# Uninstalling app. on IOS 5.01



## zhong (Aug 1, 2010)

How does one uninstall an app. on IOS 5.01 ?

I don't see where one can uninstall an app. ?


Like Windows Live Push. It doesn't seem to work for me after I enter username and password. Is there something wrong with that app. ?

I use the stock app. on i-pad and it works.


Thanks.


----------



## Masterchiefxx17 (Feb 27, 2010)

1. Hold your finger on either the icon for the application you wish to uninstall or any other icon until the icons on your home screen begin to shake or wiggle. (The same action you take to move or re-arrange home screen icons).
2. Click the "X" in the upper left hand corner of the icon for the application you wish to remove.
3. When prompted touch Delete.


----------



## sobeit (Nov 11, 2007)

you did not mention what app and if it was one you installed or came with the device. If it came with the device, most likely you will not be able to remove it. If it is one that you installed the previous advice is the way to go


----------



## Masterchiefxx17 (Feb 27, 2010)

sobeit said:


> you did not mention what app and if it was one you installed or came with the device. If it came with the device, most likely you will not be able to remove it. If it is one that you installed the previous advice is the way to go





zhong said:


> Like Windows Live Push. It doesn't seem to work for me after I enter username and password.
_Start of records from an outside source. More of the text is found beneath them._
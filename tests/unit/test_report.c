/* test_report.c — the report module: axes and ticks, number spelling, file
 * names, JSON fields present and absent, the JSON round trip, CSV columns,
 * the text report's statements, the curves of the figures, failed writes,
 * and the help topics.
 *
 * The rep_run values below are TEST DATA made up for the writers (not results
 * of cairn), except where a comment names a source. */
#include "config.h"

#include <setjmp.h>
#include <stdarg.h>
#include <stddef.h>
#include <stdint.h>
#include <errno.h>
#include <math.h>
#include <stdio.h>
#include <stdlib.h>
#include <string.h>
#include <sys/stat.h>
#include <unistd.h>
#include <cmocka.h>

#include "cairn/help.h"
#include "cairn/report.h"
#include "cairn/util.h"
#include "report/plot.h"
#include "report/report_int.h"

/* ---- test data ------------------------------------------------------- */

/* A scan of `n` points; `drop` leaves out a series: 0 none, 1 MP2, 2 exact. */
static void make_scan(rep_run *r, int n, int drop) {
  memset(r, 0, sizeof *r);
  r->recipe = xstrdup("h2-test");
  r->file = xstrdup("tests/h2-test.cairn");
  r->param_name = xstrdup("r");
  r->param_unit = xstrdup("angstrom");
  r->basis = xstrdup("sto-3g");
  r->npoints = n;
  r->points = xcalloc((size_t)n, sizeof *r->points);
  for (int i = 0; i < n; i++) {
    rep_point *p = &r->points[i];
    double x = 0.5 + 0.25 * i;
    p->has_param = 1;
    p->param = x;
    p->qubits = 4, p->electrons = 2, p->orbitals = 2;
    p->e.has_nuclear = 1, p->e.nuclear = 0.529177210903 / x;
    double ex = -1.1 + 0.1 * (x - 0.75) * (x - 0.75);
    p->e.has_exact = drop != 2, p->e.exact = ex;
    p->e.has_hf = 1, p->e.hf = ex + 0.02 * x;
    p->e.has_mp2 = drop != 1, p->e.mp2 = ex + 0.005 * x;
    p->e.has_ccsd = 1, p->e.ccsd = ex + 1e-6, p->e.ccsd_converged = 1;
    p->e.has_ansatz = 1, p->e.ansatz = ex + 1e-4 * (i + 1);
    p->has_error = drop != 2, p->error = 1e-4 * (i + 1);
    p->exact_s2 = 0;
    p->ngens = 1;
    p->gens = xcalloc(1, sizeof *p->gens);
    p->gens[0] = (rep_generator){
        .kind = xstrdup("double"), .text = xstrdup("0 1 -> 2 3"), .gradient = -0.18, .theta = 0.11, .cnot = 13, .line = 7};
    p->sym = (rep_symmetry){1, 2, 0, 1e-9};
    p->has_gates = 1, p->cnot = 13, p->single = 20, p->depth = 25;
    p->has_optimizer = 1, p->method = xstrdup("lbfgs"), p->iterations = 12, p->converged = 1;
    p->seconds = 0.25;
  }
}

static char *slurp(const char *path) {
  size_t len;
  char *s = util_read_file(path, &len);
  assert_non_null(s);
  return s;
}

static int count(const char *hay, const char *needle) {
  int n = 0;
  for (const char *s = strstr(hay, needle); s; s = strstr(s + 1, needle)) n++;
  return n;
}

static char *tmpdir(void) {
  char *d = xstrdup("/tmp/cairn-report-XXXXXX");
  assert_non_null(mkdtemp(d));
  return d;
}

/* ---- axes -------------------------------------------------------------- */

static void test_nice_numbers(void **state) {
  (void)state;
  /* Heckbert's rounding: 1, 2, 5, 10 times a power of ten */
  assert_true(rep_nice_number(1.4, 1) == 1);
  assert_true(rep_nice_number(1.6, 1) == 2);
  assert_true(rep_nice_number(3.3, 1) == 5);
  assert_true(rep_nice_number(8, 1) == 10);
  assert_true(fabs(rep_nice_number(0.023, 1) - 0.02) < 1e-15);
  assert_true(rep_nice_number(1.1, 0) == 2);
  assert_true(rep_nice_number(2.5, 0) == 5);
  assert_true(rep_nice_number(6, 0) == 10);
}

/* For many data ranges: the ticks are evenly spaced nice numbers, cover the
 * data (or lie inside a tight range), and their labels read back. */
static void test_linear_axis(void **state) {
  (void)state;
  util_rng g;
  util_rng_seed(&g, 11);
  for (int t = 0; t < 2000; t++) {
    double c = (util_rng_uniform(&g) - 0.5) * pow(10, (int)(util_rng_uniform(&g) * 8) - 3);
    double w = pow(10, util_rng_uniform(&g) * 8 - 5);
    double lo = c, hi = c + w;
    unsigned flags = t % 2 ? REP_AXIS_TIGHT : 0;
    rep_axis a;
    rep_axis_linear(&a, lo, hi, 7, flags);
    assert_true(a.nticks >= 2 && a.nticks <= REP_AXIS_MAXTICKS);
    assert_true(a.lo <= lo && a.hi >= hi);
    double m = a.step / pow(10, floor(log10(a.step) + 1e-9));
    assert_true(fabs(m - 1) < 1e-9 || fabs(m - 2) < 1e-9 || fabs(m - 5) < 1e-9);
    for (int i = 0; i < a.nticks; i++) {
      assert_true(a.ticks[i] >= a.lo - a.step * 1e-9 && a.ticks[i] <= a.hi + a.step * 1e-9);
      if (i) assert_true(fabs(a.ticks[i] - a.ticks[i - 1] - a.step) < a.step * 1e-6);
      char b[32];
      assert_true(fabs(strtod(rep_axis_label(&a, a.ticks[i], b), NULL) - a.ticks[i]) < a.step * 1e-6);
    }
    if (!(flags & REP_AXIS_TIGHT)) {
      assert_true(a.ticks[0] == a.lo);
      assert_true(a.ticks[a.nticks - 1] == a.hi);
    }
  }
  /* iteration axes tick at whole numbers */
  rep_axis a;
  rep_axis_linear(&a, 1, 4, 7, REP_AXIS_INTEGER | REP_AXIS_TIGHT);
  for (int i = 0; i < a.nticks; i++) assert_true(a.ticks[i] == floor(a.ticks[i]));
  /* a degenerate range still makes an axis around the value */
  rep_axis_linear(&a, -74.5, -74.5, 7, REP_AXIS_TIGHT);
  assert_true(a.lo < -74.5 && a.hi > -74.5 && a.nticks >= 2);
}
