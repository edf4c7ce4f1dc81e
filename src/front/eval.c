/* eval.c — expressions: names, arithmetic, functions, units and dimensions.
 *
 * Values carry a dimension (bare, length, angle) and are computed in bohr and
 * radians.  The rules are few and strict so that a unit mistake is an error at
 * its span instead of a wrong geometry: + and - need equal dimensions, * and /
 * combine a dimension with a bare number (or divide equal ones), ^ and
 * sqrt/exp/log take bare numbers, sin/cos/tan an angle or a bare number
 * (radians), and a unit word applies to a bare number.
 */
#include "config.h"

#include "front/resolve.h"
#include "front/suggest.h"
#include "cairn/util.h"

#include <math.h>
#include <stdarg.h>
#include <stdlib.h>
#include <string.h>

const char *front_dim_name(rs_dim d) {
  switch (d) {
  case RS_BARE: return "a bare number";
  case RS_LENGTH: return "a length";
  case RS_ANGLE: return "an angle";
  }
  return "?";
}

/* An error inside an expression; at a scan point, say which. */
static void eval_error(rs *c, diag_span at, const char *help, const char *fmt, ...)
    __attribute__((format(printf, 4, 5)));
static void eval_error(rs *c, diag_span at, const char *help, const char *fmt, ...) {
  va_list ap;
  va_start(ap, fmt);
  diag_vreport(c->d, DIAG_ERROR, at, fmt, ap);
  va_end(ap);
  if (c->point >= 0 && c->varied) {
    char b[32];
    char *name = ast_text_dup(c->d, c->varied->name);
    const char *u = ir_unit_name(c->vary_unit);
    diag_note(c->d, c->r->scan.span, "at the scan point %s = %s%s%s", name, util_fmt_double(b, c->point_param),
              *u ? " " : "", u);
    free(name);
  }
  if (help) diag_help(c->d, "%s", help);
}

rs_name *front_lookup(rs *c, diag_span name, int report) {
  size_t len;
  const char *t = ast_text(c->d, name, &len);
  rs_name *later = NULL;
  for (int i = 0; i < c->nnames; i++) {
    size_t l2;
    const char *t2 = ast_text(c->d, c->names[i].name, &l2);
    if (l2 != len || memcmp(t, t2, len) != 0) continue;
    if (c->names[i].order < c->cur) return &c->names[i];
    later = &c->names[i];
  }
  if (!report) return NULL;
  if (later) {
    diag_report(c->d, DIAG_ERROR, name, "`%.*s` is used before it is defined", (int)len, t);
    diag_note(c->d, later->def->span, "`%.*s` is defined here", (int)len, t);
    diag_help(c->d, "move the definition above its first use");
    return NULL;
  }
  diag_report(c->d, DIAG_ERROR, name, "undefined name `%.*s`", (int)len, t);
  const char **words = xmalloc(sizeof *words * (size_t)(c->nnames + 1));
  char **owned = xmalloc(sizeof *owned * (size_t)(c->nnames + 1));
  int n = 0;
  for (int i = 0; i < c->nnames; i++)
    if (c->names[i].order < c->cur) owned[n] = ast_text_dup(c->d, c->names[i].name), words[n] = owned[n], n++;
  const char *s = front_suggest(t, len, words, n);
  if (s) diag_help(c->d, "did you mean `%s`?", s);
  else if (memchr(t, '-', len))
    diag_help(c->d, "names may contain `-`; to subtract, put spaces around it: `%.*s - %s`",
              (int)((const char *)memchr(t, '-', len) - t), t, (const char *)memchr(t, '-', len) + 1);
  else diag_help(c->d, "define it first: `let %.*s = ...`", (int)len, t);
  for (int i = 0; i < n; i++) free(owned[i]);
  free(owned);
  free(words);
  return NULL;
}

/* The value of a name at the current point (definition values when point < 0). */
static int name_value(rs *c, const ast_expr *e, rs_val *out) {
  rs_name *n = front_lookup(c, e->span, 1);
  if (!n) return -1;
  if (n->state == 3) return -1;
  if (n->is_vary && c->point >= 0) {
    *out = (rs_val){c->point_value, c->vary_dim, c->vary_unit, 1, e->span};
    return 0;
  }
  if (n->is_vary && n->def->kind == AST_VARY) {
    if (!c->vary_ok) return -1;
    *out = (rs_val){c->vary_from, c->vary_dim, c->vary_unit, 1, e->span};
    return 0;
  }
  if (n->state != 2) return -1;
  if (c->point >= 0 && n->val.varies) {
    /* a let that depends on the scan: recompute at this point (cached) */
    if (n->cache_point != c->point) {
      int save = c->cur;
      c->cur = n->order;
      rs_val v;
      int rc = front_eval(c, n->def->e[0], &v);
      c->cur = save;
      if (rc != 0) return -1;
      n->cache = v;
      n->cache_point = c->point;
    }
    *out = n->cache;
  } else {
    *out = n->val;
  }
  if (out->varies || n->is_vary) {
    out->varies = 1;
    out->vspan = e->span;
  }
  return 0;
}

static int finite_or_report(rs *c, const ast_expr *e, rs_val *v) {
  if (isfinite(v->v)) return 0;
  eval_error(c, e->span, NULL, "this value is not a finite number");
  return -1;
}

static int eval_bin(rs *c, const ast_expr *e, rs_val *out) {
  rs_val a, b;
  int ra = front_eval(c, e->a, &a);
  int rb = front_eval(c, e->b, &b);
  if (ra || rb) return -1;
  rs_val v = {0, RS_BARE, IR_UNIT_NONE, a.varies || b.varies, a.varies ? a.vspan : b.vspan};
  switch (e->op) {
  case '+':
  case '-':
    if (a.dim != b.dim) {
      const char *help = NULL;
      if (a.dim == RS_BARE || b.dim == RS_BARE)
        help = a.dim == RS_LENGTH || b.dim == RS_LENGTH ? "give the bare number a unit, like `0.5 angstrom`"
                                                        : "give the bare number a unit, like `10 deg`";
      eval_error(c, e->span, help, "cannot %s %s and %s", e->op == '+' ? "add" : "subtract",
                 front_dim_name(a.dim), front_dim_name(b.dim));
      return -1;
    }
    v.v = e->op == '+' ? a.v + b.v : a.v - b.v;
    v.dim = a.dim;
    v.unit = a.unit != IR_UNIT_NONE ? a.unit : b.unit;
    break;
  case '*':
    if (a.dim != RS_BARE && b.dim != RS_BARE) {
      eval_error(c, e->span, "cairn computes lengths, angles and bare numbers only",
                 "cannot multiply %s by %s", front_dim_name(a.dim), front_dim_name(b.dim));
      return -1;
    }
    v.v = a.v * b.v;
    v.dim = a.dim != RS_BARE ? a.dim : b.dim;
    v.unit = a.dim != RS_BARE ? a.unit : b.unit;
    break;
  case '/':
    if (b.dim != RS_BARE && b.dim != a.dim) {
      eval_error(c, e->span, "cairn computes lengths, angles and bare numbers only",
                 "cannot divide %s by %s", front_dim_name(a.dim), front_dim_name(b.dim));
      return -1;
    }
    if (b.v == 0) {
      eval_error(c, e->b->span, NULL, "division by zero");
      return -1;
    }
    v.v = a.v / b.v;
    v.dim = b.dim == RS_BARE ? a.dim : RS_BARE;
    v.unit = b.dim == RS_BARE ? a.unit : IR_UNIT_NONE;
    break;
  default: /* '^' */
    if (a.dim != RS_BARE || b.dim != RS_BARE) {
      eval_error(c, e->span, NULL, "a power takes bare numbers, not %s",
                 front_dim_name(a.dim != RS_BARE ? a.dim : b.dim));
      return -1;
    }
    v.v = pow(a.v, b.v);
    break;
  }
  *out = v;
  return finite_or_report(c, e, out);
}

static int eval_call(rs *c, const ast_expr *e, rs_val *out) {
  rs_val a;
  if (front_eval(c, e->a, &a)) return -1;
  const char *fn = ast_func_name(e->func);
  rs_val v = {0, RS_BARE, IR_UNIT_NONE, a.varies, a.vspan};
  switch (e->func) {
  case AST_F_SIN:
  case AST_F_COS:
  case AST_F_TAN:
    if (a.dim == RS_LENGTH) {
      eval_error(c, e->a->span, "write the angle with a unit (`52.25 deg`) or as a bare number of radians",
                 "`%s` takes an angle, not a length", fn);
      return -1;
    }
    v.v = e->func == AST_F_SIN ? sin(a.v) : e->func == AST_F_COS ? cos(a.v) : tan(a.v);
    break;
  default:
    if (a.dim != RS_BARE) {
      eval_error(c, e->a->span, NULL, "`%s` takes a bare number, not %s", fn, front_dim_name(a.dim));
      return -1;
    }
    if (e->func == AST_F_SQRT && a.v < 0) {
      char b[32];
      eval_error(c, e->a->span, NULL, "`sqrt` of a negative number (%s)", util_fmt_double(b, a.v));
      return -1;
    }
    if (e->func == AST_F_LOG && a.v <= 0) {
      char b[32];
      eval_error(c, e->a->span, NULL, "`log` of a number that is not positive (%s)", util_fmt_double(b, a.v));
      return -1;
    }
    v.v = e->func == AST_F_SQRT ? sqrt(a.v) : e->func == AST_F_EXP ? exp(a.v) : log(a.v);
    break;
  }
  *out = v;
  return finite_or_report(c, e, out);
}

static int eval_unit(rs *c, const ast_expr *e, rs_val *out) {
  rs_val a;
  if (front_eval(c, e->a, &a)) return -1;
  const char *u = ir_unit_name(e->unit);
  if (a.dim != RS_BARE) {
    eval_error(c, e->word, NULL, "`%s` goes after a bare number; this is already %s", u, front_dim_name(a.dim));
    return -1;
  }
  rs_val v = a;
  v.unit = e->unit;
  switch (e->unit) {
  case IR_UNIT_ANGSTROM: v.v = a.v / RS_ANGSTROM_PER_BOHR; v.dim = RS_LENGTH; break;
  case IR_UNIT_BOHR: v.dim = RS_LENGTH; break;
  case IR_UNIT_DEGREE: v.v = a.v * (M_PI / 180.0); v.dim = RS_ANGLE; break;
  default: v.dim = RS_ANGLE; break;
  }
  *out = v;
  return 0;
}

int front_eval(rs *c, const ast_expr *e, rs_val *out) {
  switch (e->kind) {
  case AST_E_NUM:
    if (e->bad) return -1;
    *out = (rs_val){e->value, RS_BARE, IR_UNIT_NONE, 0, DIAG_NOWHERE};
    return 0;
  case AST_E_NAME: return name_value(c, e, out);
  case AST_E_SIGN:
    if (front_eval(c, e->a, out)) return -1;
    if (e->op == '-') out->v = -out->v;
    return 0;
  case AST_E_BIN: return eval_bin(c, e, out);
  case AST_E_CALL: return eval_call(c, e, out);
  case AST_E_UNIT: return eval_unit(c, e, out);
  case AST_E_PAREN: return front_eval(c, e->a, out);
  }
  return -1;
}

void front_varies_error(rs *c, const rs_val *v, const char *where) {
  size_t len;
  const char *t = ast_text(c->d, v->vspan, &len);
  char *name = c->varied ? ast_text_dup(c->d, c->varied->name) : xstrdup("?");
  if (c->varied && ast_text_is(c->d, v->vspan, name))
    diag_report(c->d, DIAG_ERROR, v->vspan, "`%s` varies over the scan; it cannot be used in %s", name, where);
  else
    diag_report(c->d, DIAG_ERROR, v->vspan, "`%.*s` depends on `%s`, which varies over the scan; it cannot be used in %s",
                (int)len, t, name, where);
  if (c->varied) diag_note(c->d, c->r->scan.span, "`%s` is scanned here", name);
  diag_help(c->d, "a scanned value can only reach atom coordinates");
  free(name);
}

int front_eval_number(rs *c, const ast_expr *e, const char *what, double *out) {
  rs_val v;
  if (front_eval(c, e, &v)) return -1;
  if (v.varies) {
    front_varies_error(c, &v, what);
    return -1;
  }
  if (v.dim != RS_BARE) {
    diag_report(c->d, DIAG_ERROR, e->span, "%s is a bare number, not %s", what, front_dim_name(v.dim));
    return -1;
  }
  *out = v.v;
  return 0;
}

int front_eval_int(rs *c, const ast_expr *e, const char *what, long lo, long hi, long *out) {
  double x;
  if (front_eval_number(c, e, what, &x)) return -1;
  char b[32];
  if (x != floor(x)) {
    diag_report(c->d, DIAG_ERROR, e->span, "%s must be a whole number, not %s", what, util_fmt_double(b, x));
    return -1;
  }
  if (x < (double)lo || x > (double)hi) {
    if (hi >= 1000000L)
      diag_report(c->d, DIAG_ERROR, e->span, "%s must be at least %ld, not %s", what, lo, util_fmt_double(b, x));
    else
      diag_report(c->d, DIAG_ERROR, e->span, "%s must be from %ld to %ld, not %s", what, lo, hi,
                  util_fmt_double(b, x));
    return -1;
  }
  *out = (long)x;
  return 0;
}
Is there something wrong with that app. ?


----------



## zhong (Aug 1, 2010)

Wish to uninstall the Windows Live app. which I downloaded from Apple Apps.
Because it doesn't work for my e-mail address and password which works fine
with stock E-mail app. but not the Windows Live app. which I downloaded.

Thanks.



sobeit said:


> you did not mention what app and if it was one you installed or came with the device. If it came with the device, most likely you will not be able to remove it. If it is one that you installed the previous advice is the way to go


----------



## Masterchiefxx17 (Feb 27, 2010)

Follow these steps here to uninstall the app:



Masterchiefxx17 said:


> 1. Hold your finger on either the icon for the application you wish to uninstall or any other icon until the icons on your home screen begin to shake or wiggle. (The same action you take to move or re-arrange home screen icons).
> 2. Click the "X" in the upper left hand corner of the icon for the application you wish to remove.
> 3. When prompted touch Delete.


----------